Gim Apogee é Bom? Vale a Pena?

Gin Apogee é Bom? Vale a Pena?

A pessoa se interessou pela bebida mas tem poucas informações, então foi no google e digitou: gin apogee é bom? Ela não digitou “gim”, com a letra “m”, embora essa seja a maneira certa de escrever na língua portuguesa. 

Nada contra a língua portuguesa, pelo contrário, maior respeito, mas vamos continuar escrevendo gin com “n” porque é a maneira como 99% das pessoas conhecem. Como está se popularizando muito nos últimos anos, começamos a ter bons gins nacionais também. 
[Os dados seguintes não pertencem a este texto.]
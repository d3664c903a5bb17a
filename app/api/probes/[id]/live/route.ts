import { z } from "zod";
import { getDb } from "@/db/client";
import { liveSnapshot } from "@/db/queries/calibration-live";
import { probeInOrg } from "@/db/queries/calibration-scope";
import { ALL_ROLES, guarded, idParam } from "@/app/_server/guard";

/** Latest raw and corrected readings (newer than `since`), the tank's temperature and the stability. */
export const GET = guarded(
  { roles: ALL_ROLES, params: idParam, query: z.object({ since: z.coerce.number().int().nonnegative().optional() }) },
  async ({ user, params, query }) => {
    const db = getDb();
    const { probe } = await probeInOrg(db, user.orgId, params.id);
    return { ...(await liveSnapshot(db, probe, { since: query.since, now: Date.now() })), now: Date.now() };
  },
);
Está pronto para aprender mais sobre o próximo amplificador que você pode ter? Então vamos lá! Descanse sua guitarra por alguns instantes, ajuste seu foco, anote o que for mais importante, salve os melhores links e dê um grande passo na sua evolução musical.


A história do Gin

O gin originou-se no século XVII, em uma prescrição feita pelo médico holandês Dr. Sylvius, que deu a ele o nome de Genievre. Daí em diante foi se modificando e sofisticando, sobretudo quando começou-se a acrescentar zimbro.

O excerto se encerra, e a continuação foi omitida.